Le fil disparaît alors dans le noir d'une grotte.
Un noir bien plus dense que celui du vide, bien plus inquiétant aussi.
Mais la curiosité étant plus forte que l'inquiétude, on ne peut s'empêcher d'avancer un peu dans cette grotte suintante, d'avancer vers ce noir et de suivre ce fil qui vibre et doit bien mener quelque part.
Au bout d'un moment, deux formes se distinguent dans l'obscurité.
Deux yeux. Rouges. Gorgés de sang.
Cela n'empêche pas Arthur de rire de bon cœur. La menace est trop lointaine.

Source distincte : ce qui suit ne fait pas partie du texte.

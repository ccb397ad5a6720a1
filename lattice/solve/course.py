"""The course of a run: its present system and field, and how they move from leg to leg."""

from __future__ import annotations

import time
from collections.abc import Callable
from dataclasses import dataclass, replace
from typing import TYPE_CHECKING, Any

from lattice.classify.centring import into_subspace
from lattice.geometry.lattice import Lattice
from lattice.solve.legs import Leg, halved, plan_legs
from lattice.solve.memory import Memory
from lattice.solve.progress import Progress
from lattice.solve.refine import EXTENTS, carry, refined_lattice
from lattice.solve.registry import make_preconditioner
from lattice.solve.starting import default_stages, loose_scalars
from lattice.starts import STARTS
from lattice.store.statefile import read_block, read_meta
from lattice.system.system import System
from lattice.system.unknowns import LOOSE

if TYPE_CHECKING:
    from mpi4py import MPI

    from lattice.job.schema import Job
    from lattice.solve.recorder import Recorder
    from lattice.solve.registry import Preconditioner
    from lattice.solve.stop import StopFlag
    from lattice.store.statemeta import StateMeta
    from lattice.system.unknowns import Values


@dataclass(frozen=True)
class Ending:
    """How a leg, or the run, ended: "done", "failed" or the run's outcome, and why."""

    word: str
    reason: str


class Course:
    """The present system and field of a run, and where it stands.

    Collective, as all methods.

    Parameters
    ----------
    job : Job
        Resolved.
    recorder : Recorder
    comm : MPI.Intracomm
    stop : StopFlag

    Attributes
    ----------
    system : System
        The present one.
    x : PETSc.Vec
        Its vector of unknowns.
    reference : PETSc.Vec or None
        Where the present leg of Newton's method began.
    progress : Progress
    seconds : dict of str to float
        Wall time by what it went into.
    """

    system: System
    x: Any

    def __init__(self, job: Job, recorder: Recorder, comm: MPI.Intracomm, stop: StopFlag) -> None:
        self.job, self.recorder, self.comm, self.stop = job, recorder, comm, stop
        self.report, self.options, self.law = recorder.report, job.solve, job.make_law()
        self.loose = loose_scalars(self.law, job.solve.damped.free)
        self.reference: Any = None
        self.progress = Progress()
        self.seconds: dict[str, float] = {}
        self._made: Any = None

    @property
    def lattice(self) -> Lattice:
        """The present lattice, whole where a subspace lives on a part of it."""
        return self.system.whole_lattice

    @property
    def leg(self) -> Leg:
        """The present leg."""
        return self.progress.legs[self.progress.leg]

    @property
    def loose_now(self) -> tuple[str, ...]:
        """Scalars without a condition in the present leg."""
        return self._loose_of(self.leg)

    def update(self, **changes: Any) -> None:
        """Change where the run stands."""
        self.progress = replace(self.progress, **changes)

    def start(self) -> None:
        """Make the start, on the lattice of the first leg, and choose the legs."""
        job, began = self.job, time.perf_counter()
        nested = self.options.nested if self.options.stages in (None, ("newton",)) else 0
        values = job.make_values()
        self._make_system(halved(job.make_lattice(), nested), values, ())
        self._tell_system()
        make, lattice, block = STARTS[job.start.kind], self.lattice, self.system.whole_blocks.block
        owned, values = make(job.start, lattice, values, self.law, block, self.comm, self.report)
        self.seconds["start"] = time.perf_counter() - began
        self.report(f"start '{job.start.kind}' took {self.seconds['start']:.1f} s")
        self._pack(owned, values)
        self.system.set_reference(self.x)
        stages = self.options.stages or default_stages(
            self.system, self.x, job.start.kind, nested, self.report
        )
        self.update(legs=plan_legs(stages, self.options))

    def go_on(self, kept: StateMeta) -> None:
        """Take up a kept state and the history behind it."""
        progress = Progress.of_record(kept.progress)
        if kept.outcome != "running":
            # The present leg has reported its end, and will do so again.
            progress = replace(progress, reports=progress.reports[:-1])
        self.progress = progress
        self._make_system(kept.lattice, progress.made_with, self._loose_of(self.leg))
        self.progress = progress
        self._tell_system()
        self.recorder.go_on(kept, progress.first)
        files, block = self.recorder.files, self.system.whole_blocks.block
        if self.leg.method == "newton":
            path = files.state if kept.outcome == "converged" else files.reference
            values = self.comm.bcast(read_meta(path).values if self.comm.rank == 0 else None)
            self._pack(read_block(path, block), values)
            self.reference = self.x
        self._pack(read_block(files.state, block), kept.values)
        self.report(f"goes on after step {self.recorder.history[-1]['step']}")

    def enter(self) -> None:
        """Move the field to the lattice and the unknowns of the present leg, and begin it."""
        leg, lattice = self.leg, self.lattice
        if leg.halvings >= 0:
            lattice = halved(self.job.make_lattice(), leg.halvings)
        elif leg.factor != 1.0:
            lattice = refined_lattice(lattice, leg.factor)
        self.move_to(lattice, self._loose_of(leg))
        values = self.system.values_of(self.x)
        axes = [axis for axis in EXTENTS if getattr(lattice, axis) > 1]
        spacings = {axis: values[EXTENTS[axis]] / getattr(lattice, axis) for axis in axes}
        self.update(first=len(self.recorder.history), spacings=spacings, memory=Memory())
        if leg.method == "newton":
            self._forget_reference()
            self.reference = self.x.copy()
        path = self.recorder.files.reference
        self.recorder.write(self.system, self.x, "reference", self.progress, path=path)

    def move_to(self, lattice: Lattice, loose: tuple[str, ...]) -> None:
        """Carry the field to another lattice or set of unknowns."""
        present = tuple(u.name for u in self.system.unknowns if u.condition == LOOSE)
        if lattice == self.lattice and loose == present:
            return
        before, values, owned = self.system, self.system.values_of(self.x), self.system.whole_field(self.x)
        self._make_system(lattice, values, loose)
        owned = carry(before, owned, self.system)
        self.x.destroy()
        self._forget_reference()
        before.destroy()
        self._pack(owned, values)

    def back_to_reference(self) -> None:
        """Go back to where Newton's method began."""
        self.reference.copy(self.x)

    def back_to_start(self) -> None:
        """Go back to where the present leg began, on its lattice there, from the file that holds it."""
        path = self.recorder.files.reference
        meta = self.comm.bcast(read_meta(path) if self.comm.rank == 0 else None)
        self.x.destroy()
        self.system.destroy()
        self._make_system(meta.lattice, meta.values, ())
        self._pack(read_block(path, self.system.whole_blocks.block), meta.values)

    def inverse(self, report: Callable[[str], None]) -> Preconditioner:
        """Make the job's preconditioner, on the coarse lattice chosen before if the run goes on."""
        options = self.options
        if self.progress.coarse:
            coarse = options.coarse.model_copy(update=self.progress.coarse)
            options = options.model_copy(update={"coarse": coarse})
        self._made = make_preconditioner(options.preconditioner, self.system, options, report)
        made: Preconditioner = self._made
        return made

    def keep_choice(self) -> None:
        """Note the coarse lattice that the preconditioner has chosen."""
        chosen = getattr(self._made, "chosen", None)
        if chosen is not None:
            self.update(coarse=chosen)

    def _loose_of(self, leg: Leg) -> tuple[str, ...]:
        return self.loose if leg.method == "damped" and not leg.held else ()

    def _make_system(self, lattice: Lattice, values: Values, loose: tuple[str, ...]) -> None:
        """Make the present system, in place of the one before."""
        options = self.options
        subspace = self.job.make_subspace()
        self.system = System(
            self.law, lattice, values, options.free or (), options.mean, self.comm, loose, subspace
        )
        self._made = None
        self.update(made_with=dict(values), coarse={})

    def _pack(self, owned: Any, values: Values) -> None:
        self.x = self.system.vector()
        self.system.pack(into_subspace(self.system, owned, self.report), values, self.x)

    def _tell_system(self) -> None:
        system = self.system
        unknowns = system.blocks.size + len(system.unknowns)
        grid = " x ".join(str(p) for p in system.blocks.grid)
        self.report(
            f"{self.law.title or self.law.name}: {unknowns} unknowns on {shape_text(system.lattice)} nodes, "
            f"{self.comm.size} rank(s) as {grid} (t, y, x)"
        )

    def _forget_reference(self) -> None:
        if self.reference is not None:
            self.reference.destroy()
            self.reference = None

    def destroy(self) -> None:
        """Free everything."""
        self._forget_reference()
        self.x.destroy()
        self.system.destroy()


def shape_text(lattice: Lattice) -> str:
    """Return the nodes of a lattice as they are told, time first.

    Examples
    --------
    >>> shape_text(Lattice(nt=84, ny=1, nx=64))
    '84 x 64'
    """
    return " x ".join(str(n) for n, axis in zip(lattice.shape, "tyx", strict=True) if n > 1 or axis == "x")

- Allez Sélénia ! Pardonne-moi ! lance-t-il à l'occasion d'un nouveau rebond. Je savais qu'il y avait une toile d'araignée, mais je t'ai écoutée, jusqu'au bout ! Cette toile, c'est juste ma bonne étoile !
Sélénia n'est pas encline aux jeux, même de mots. Elle pencherait plutôt pour une bonne fessée, histoire de punir cet effronté.
Mais la punition vient toute seule, et, en guise de bonne étoile, il se prend à la toile et s'y empêtre. Finies les pirouettes. Arthur s'est emmêlé la jambe dans les fils de la toile.
La vibration change donc de nature et ce nouveau message court le long du fil, jusqu'à la grotte.
Les deux yeux rouges qui l'habitent semblent apprécier la nouvelle, et l'araignée commence à avancer, jusqu'à sortir du noir.
Quand on ne mesure que deux millimètres, on voit la vie sous un autre angle, et ce qui nous apparaissait avant comme une gentille petite araignée, devient maintenant un véritable tank à huit pattes, poilu comme un mammouth.
Et vu le potin qu'elle fait à chaque fois qu'elle pose une patte par terre, on comprend vite qu'elle n'est pas là pour faire guili-guili.
Elle étire sa gueule pleine de piques et bave un peu partout. En langage araignée, ça s'appelle un sourire.
Les grosses mandibules se mettent en action et ravalent le fil, au fur et à mesure que l'animal avance vers sa toile.